▸ THE TASK: Starting with the line that contains "stream.write(data)" and stopping after the line that contains "return path", return each line below exactly as written, with no others.

▸ RECORDED INFORMATION:
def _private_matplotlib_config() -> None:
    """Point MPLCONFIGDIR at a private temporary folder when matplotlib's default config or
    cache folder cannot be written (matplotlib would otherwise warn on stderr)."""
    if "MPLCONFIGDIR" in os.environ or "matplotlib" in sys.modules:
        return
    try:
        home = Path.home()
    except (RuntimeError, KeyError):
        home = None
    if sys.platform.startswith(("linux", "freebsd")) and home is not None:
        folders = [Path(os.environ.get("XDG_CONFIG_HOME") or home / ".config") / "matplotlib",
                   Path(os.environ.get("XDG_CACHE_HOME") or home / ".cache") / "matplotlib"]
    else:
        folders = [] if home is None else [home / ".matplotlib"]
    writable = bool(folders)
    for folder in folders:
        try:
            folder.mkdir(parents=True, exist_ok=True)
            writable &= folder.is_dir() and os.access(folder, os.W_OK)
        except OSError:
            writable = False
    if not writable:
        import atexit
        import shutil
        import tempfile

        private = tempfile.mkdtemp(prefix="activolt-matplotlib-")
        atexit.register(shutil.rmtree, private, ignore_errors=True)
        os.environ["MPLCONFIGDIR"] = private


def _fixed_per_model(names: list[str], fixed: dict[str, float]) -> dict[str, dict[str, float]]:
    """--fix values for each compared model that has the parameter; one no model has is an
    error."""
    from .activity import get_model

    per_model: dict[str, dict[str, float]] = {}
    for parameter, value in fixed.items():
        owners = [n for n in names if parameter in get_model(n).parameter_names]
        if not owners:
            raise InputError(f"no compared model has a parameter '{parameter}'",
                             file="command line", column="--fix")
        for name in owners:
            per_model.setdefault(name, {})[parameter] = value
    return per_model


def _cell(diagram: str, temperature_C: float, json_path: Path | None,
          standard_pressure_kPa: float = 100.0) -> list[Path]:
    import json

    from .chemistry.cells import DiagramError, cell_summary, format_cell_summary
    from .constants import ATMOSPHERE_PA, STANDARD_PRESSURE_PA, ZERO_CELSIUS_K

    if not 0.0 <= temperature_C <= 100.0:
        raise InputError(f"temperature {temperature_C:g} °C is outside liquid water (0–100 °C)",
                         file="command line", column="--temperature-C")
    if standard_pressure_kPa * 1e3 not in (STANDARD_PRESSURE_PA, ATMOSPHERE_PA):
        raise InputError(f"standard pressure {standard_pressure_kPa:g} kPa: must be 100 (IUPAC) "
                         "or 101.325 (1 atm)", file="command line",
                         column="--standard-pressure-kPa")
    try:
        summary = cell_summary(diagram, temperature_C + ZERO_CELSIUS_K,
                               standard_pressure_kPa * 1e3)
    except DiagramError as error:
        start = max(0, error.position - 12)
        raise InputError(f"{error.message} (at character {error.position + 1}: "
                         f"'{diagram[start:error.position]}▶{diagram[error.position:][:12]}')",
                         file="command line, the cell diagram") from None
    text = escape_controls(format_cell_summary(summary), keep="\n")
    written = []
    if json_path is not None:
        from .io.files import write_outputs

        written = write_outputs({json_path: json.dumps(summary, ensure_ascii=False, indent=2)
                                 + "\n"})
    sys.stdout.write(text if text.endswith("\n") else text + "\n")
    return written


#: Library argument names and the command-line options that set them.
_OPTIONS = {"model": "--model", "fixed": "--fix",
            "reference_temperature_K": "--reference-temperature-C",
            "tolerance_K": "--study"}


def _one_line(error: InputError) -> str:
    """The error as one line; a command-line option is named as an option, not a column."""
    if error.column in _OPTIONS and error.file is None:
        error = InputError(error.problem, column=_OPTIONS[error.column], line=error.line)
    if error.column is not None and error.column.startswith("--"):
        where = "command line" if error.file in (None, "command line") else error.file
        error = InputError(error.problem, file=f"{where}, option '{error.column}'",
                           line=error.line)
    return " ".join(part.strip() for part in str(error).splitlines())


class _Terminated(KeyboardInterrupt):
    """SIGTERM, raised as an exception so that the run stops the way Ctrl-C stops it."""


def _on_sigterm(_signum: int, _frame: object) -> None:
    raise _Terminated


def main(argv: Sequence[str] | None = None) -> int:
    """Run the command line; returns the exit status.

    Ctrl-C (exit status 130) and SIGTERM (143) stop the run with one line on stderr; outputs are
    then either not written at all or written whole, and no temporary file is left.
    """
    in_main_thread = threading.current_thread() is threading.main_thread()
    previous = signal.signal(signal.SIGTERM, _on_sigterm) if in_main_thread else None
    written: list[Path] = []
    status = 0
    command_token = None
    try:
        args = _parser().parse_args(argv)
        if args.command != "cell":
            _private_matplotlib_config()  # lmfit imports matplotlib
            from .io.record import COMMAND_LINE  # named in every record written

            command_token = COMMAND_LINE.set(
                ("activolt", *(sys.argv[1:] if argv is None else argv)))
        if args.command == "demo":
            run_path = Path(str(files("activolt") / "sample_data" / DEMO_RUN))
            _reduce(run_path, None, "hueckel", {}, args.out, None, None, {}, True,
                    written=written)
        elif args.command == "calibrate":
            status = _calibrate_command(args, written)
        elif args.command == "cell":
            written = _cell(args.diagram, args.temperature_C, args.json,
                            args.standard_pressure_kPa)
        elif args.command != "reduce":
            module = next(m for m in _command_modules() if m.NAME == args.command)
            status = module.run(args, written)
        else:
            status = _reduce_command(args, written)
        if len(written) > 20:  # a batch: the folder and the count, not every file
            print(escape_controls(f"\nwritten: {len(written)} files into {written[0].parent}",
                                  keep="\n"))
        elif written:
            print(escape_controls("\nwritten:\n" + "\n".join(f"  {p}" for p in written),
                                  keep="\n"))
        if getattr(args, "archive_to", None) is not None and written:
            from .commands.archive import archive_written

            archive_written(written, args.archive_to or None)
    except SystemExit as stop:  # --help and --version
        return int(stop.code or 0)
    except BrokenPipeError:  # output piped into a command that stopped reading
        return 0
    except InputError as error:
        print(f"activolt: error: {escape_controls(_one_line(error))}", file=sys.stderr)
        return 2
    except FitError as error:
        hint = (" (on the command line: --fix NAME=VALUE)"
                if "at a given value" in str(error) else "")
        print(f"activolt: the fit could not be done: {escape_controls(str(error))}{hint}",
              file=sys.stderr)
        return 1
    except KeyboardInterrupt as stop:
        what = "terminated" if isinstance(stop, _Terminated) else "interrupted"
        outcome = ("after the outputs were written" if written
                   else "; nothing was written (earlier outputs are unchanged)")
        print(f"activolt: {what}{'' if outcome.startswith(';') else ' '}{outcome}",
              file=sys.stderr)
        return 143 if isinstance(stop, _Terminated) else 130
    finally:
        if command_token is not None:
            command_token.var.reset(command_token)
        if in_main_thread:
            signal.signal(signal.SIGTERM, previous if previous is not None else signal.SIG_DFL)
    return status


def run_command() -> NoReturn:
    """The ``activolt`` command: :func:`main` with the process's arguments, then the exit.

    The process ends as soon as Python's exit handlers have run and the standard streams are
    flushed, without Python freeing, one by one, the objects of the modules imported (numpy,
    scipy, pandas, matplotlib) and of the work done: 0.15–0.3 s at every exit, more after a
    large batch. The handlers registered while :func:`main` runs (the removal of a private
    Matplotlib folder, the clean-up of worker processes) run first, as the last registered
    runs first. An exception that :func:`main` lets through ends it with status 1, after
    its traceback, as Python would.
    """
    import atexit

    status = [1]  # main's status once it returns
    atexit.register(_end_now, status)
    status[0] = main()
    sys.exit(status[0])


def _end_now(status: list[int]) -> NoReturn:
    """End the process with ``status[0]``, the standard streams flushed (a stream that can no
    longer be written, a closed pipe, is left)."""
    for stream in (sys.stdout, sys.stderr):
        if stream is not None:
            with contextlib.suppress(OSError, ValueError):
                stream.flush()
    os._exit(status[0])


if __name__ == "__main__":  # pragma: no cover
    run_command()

==

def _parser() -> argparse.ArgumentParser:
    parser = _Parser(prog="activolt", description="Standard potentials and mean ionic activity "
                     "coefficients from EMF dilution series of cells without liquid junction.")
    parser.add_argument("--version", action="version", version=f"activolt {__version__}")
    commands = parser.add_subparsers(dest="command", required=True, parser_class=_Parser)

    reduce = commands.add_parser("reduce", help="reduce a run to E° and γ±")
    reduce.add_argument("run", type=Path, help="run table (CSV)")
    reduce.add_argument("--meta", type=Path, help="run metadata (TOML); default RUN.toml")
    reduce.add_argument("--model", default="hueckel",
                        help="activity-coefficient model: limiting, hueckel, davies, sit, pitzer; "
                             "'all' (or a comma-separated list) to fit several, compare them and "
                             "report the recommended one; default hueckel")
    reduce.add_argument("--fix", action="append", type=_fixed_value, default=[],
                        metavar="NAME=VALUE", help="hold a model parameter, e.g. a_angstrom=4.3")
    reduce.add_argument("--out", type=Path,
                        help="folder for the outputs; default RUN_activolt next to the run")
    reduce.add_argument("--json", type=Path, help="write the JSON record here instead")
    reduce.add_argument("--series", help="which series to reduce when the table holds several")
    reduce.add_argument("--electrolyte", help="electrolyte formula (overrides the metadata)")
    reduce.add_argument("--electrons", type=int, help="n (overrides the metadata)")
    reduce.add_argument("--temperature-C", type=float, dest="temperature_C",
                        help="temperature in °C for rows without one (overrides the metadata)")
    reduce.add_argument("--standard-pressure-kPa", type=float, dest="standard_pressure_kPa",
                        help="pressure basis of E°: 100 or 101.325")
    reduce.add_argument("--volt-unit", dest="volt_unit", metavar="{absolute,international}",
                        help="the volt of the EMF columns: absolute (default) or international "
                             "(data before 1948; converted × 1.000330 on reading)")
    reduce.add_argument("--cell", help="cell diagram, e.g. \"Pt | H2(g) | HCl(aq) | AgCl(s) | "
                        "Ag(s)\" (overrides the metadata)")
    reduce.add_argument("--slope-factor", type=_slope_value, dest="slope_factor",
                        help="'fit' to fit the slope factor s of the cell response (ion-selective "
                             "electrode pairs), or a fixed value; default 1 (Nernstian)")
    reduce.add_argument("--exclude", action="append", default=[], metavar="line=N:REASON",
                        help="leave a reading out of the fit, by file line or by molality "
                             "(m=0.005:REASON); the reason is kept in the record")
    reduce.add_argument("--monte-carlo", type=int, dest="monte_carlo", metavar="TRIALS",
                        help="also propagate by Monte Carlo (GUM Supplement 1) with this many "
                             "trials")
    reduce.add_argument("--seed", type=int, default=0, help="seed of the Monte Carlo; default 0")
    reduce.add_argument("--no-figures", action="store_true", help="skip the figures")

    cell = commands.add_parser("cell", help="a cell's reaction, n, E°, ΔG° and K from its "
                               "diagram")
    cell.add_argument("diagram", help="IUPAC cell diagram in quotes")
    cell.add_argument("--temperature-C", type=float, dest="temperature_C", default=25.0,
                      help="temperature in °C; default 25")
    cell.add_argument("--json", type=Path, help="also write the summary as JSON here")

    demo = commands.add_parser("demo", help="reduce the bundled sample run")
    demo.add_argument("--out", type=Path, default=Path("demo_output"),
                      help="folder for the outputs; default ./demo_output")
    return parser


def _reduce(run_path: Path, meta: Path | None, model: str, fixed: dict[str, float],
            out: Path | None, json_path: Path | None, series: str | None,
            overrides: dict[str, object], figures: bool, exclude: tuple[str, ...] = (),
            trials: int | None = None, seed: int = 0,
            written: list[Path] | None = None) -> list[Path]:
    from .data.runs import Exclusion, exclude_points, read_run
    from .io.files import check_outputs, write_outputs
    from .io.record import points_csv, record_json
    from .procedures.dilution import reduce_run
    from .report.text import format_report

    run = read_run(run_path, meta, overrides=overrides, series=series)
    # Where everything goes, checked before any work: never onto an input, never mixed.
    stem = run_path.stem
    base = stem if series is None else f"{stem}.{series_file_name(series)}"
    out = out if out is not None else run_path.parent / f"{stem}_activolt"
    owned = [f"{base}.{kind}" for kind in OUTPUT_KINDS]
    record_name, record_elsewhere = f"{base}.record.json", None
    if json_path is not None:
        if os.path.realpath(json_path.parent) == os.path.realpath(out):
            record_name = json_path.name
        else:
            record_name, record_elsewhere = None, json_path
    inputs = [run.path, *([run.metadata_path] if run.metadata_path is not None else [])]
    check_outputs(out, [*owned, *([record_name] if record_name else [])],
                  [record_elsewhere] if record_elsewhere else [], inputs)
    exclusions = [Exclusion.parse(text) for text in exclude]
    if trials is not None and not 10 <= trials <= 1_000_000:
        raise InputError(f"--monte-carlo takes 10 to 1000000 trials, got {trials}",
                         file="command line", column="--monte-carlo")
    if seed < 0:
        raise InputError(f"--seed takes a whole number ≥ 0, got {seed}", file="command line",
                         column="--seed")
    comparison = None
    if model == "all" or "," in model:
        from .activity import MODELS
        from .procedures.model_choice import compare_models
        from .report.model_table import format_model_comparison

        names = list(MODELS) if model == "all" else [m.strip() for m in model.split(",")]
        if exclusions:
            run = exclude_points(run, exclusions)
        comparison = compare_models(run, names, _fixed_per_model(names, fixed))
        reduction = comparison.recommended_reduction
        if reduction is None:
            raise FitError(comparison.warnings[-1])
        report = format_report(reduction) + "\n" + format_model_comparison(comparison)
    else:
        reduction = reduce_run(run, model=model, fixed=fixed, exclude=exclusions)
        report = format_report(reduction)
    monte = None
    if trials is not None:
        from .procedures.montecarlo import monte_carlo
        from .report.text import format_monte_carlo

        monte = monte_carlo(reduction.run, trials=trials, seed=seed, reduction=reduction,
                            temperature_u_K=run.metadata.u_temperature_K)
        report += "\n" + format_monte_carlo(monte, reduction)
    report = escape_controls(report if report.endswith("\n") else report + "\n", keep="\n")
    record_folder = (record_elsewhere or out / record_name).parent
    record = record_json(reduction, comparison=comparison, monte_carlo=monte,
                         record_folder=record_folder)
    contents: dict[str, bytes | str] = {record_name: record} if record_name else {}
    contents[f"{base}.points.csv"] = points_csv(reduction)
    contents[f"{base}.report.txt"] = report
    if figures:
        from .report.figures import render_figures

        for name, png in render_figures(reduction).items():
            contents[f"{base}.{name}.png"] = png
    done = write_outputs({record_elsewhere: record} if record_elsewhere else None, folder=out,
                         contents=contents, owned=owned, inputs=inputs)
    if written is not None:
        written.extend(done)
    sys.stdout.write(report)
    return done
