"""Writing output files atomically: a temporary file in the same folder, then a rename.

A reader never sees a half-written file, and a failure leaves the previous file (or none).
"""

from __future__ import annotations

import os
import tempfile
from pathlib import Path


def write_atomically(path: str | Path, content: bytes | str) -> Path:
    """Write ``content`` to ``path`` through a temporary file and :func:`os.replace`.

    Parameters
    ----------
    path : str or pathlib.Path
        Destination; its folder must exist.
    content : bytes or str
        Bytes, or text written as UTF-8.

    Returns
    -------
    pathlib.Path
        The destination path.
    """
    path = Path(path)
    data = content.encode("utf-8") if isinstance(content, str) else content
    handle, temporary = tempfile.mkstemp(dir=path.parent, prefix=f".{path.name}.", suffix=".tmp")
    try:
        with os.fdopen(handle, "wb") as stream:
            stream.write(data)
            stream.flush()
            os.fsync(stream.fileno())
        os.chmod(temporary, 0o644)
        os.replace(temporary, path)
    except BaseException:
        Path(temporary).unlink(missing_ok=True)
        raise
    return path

▸ RESPONSE FOR THIS EXERCISE:
            stream.write(data)
            stream.flush()
            os.fsync(stream.fileno())
        os.chmod(temporary, 0o644)
        os.replace(temporary, path)
    except BaseException:
        Path(temporary).unlink(missing_ok=True)
        raise
    return path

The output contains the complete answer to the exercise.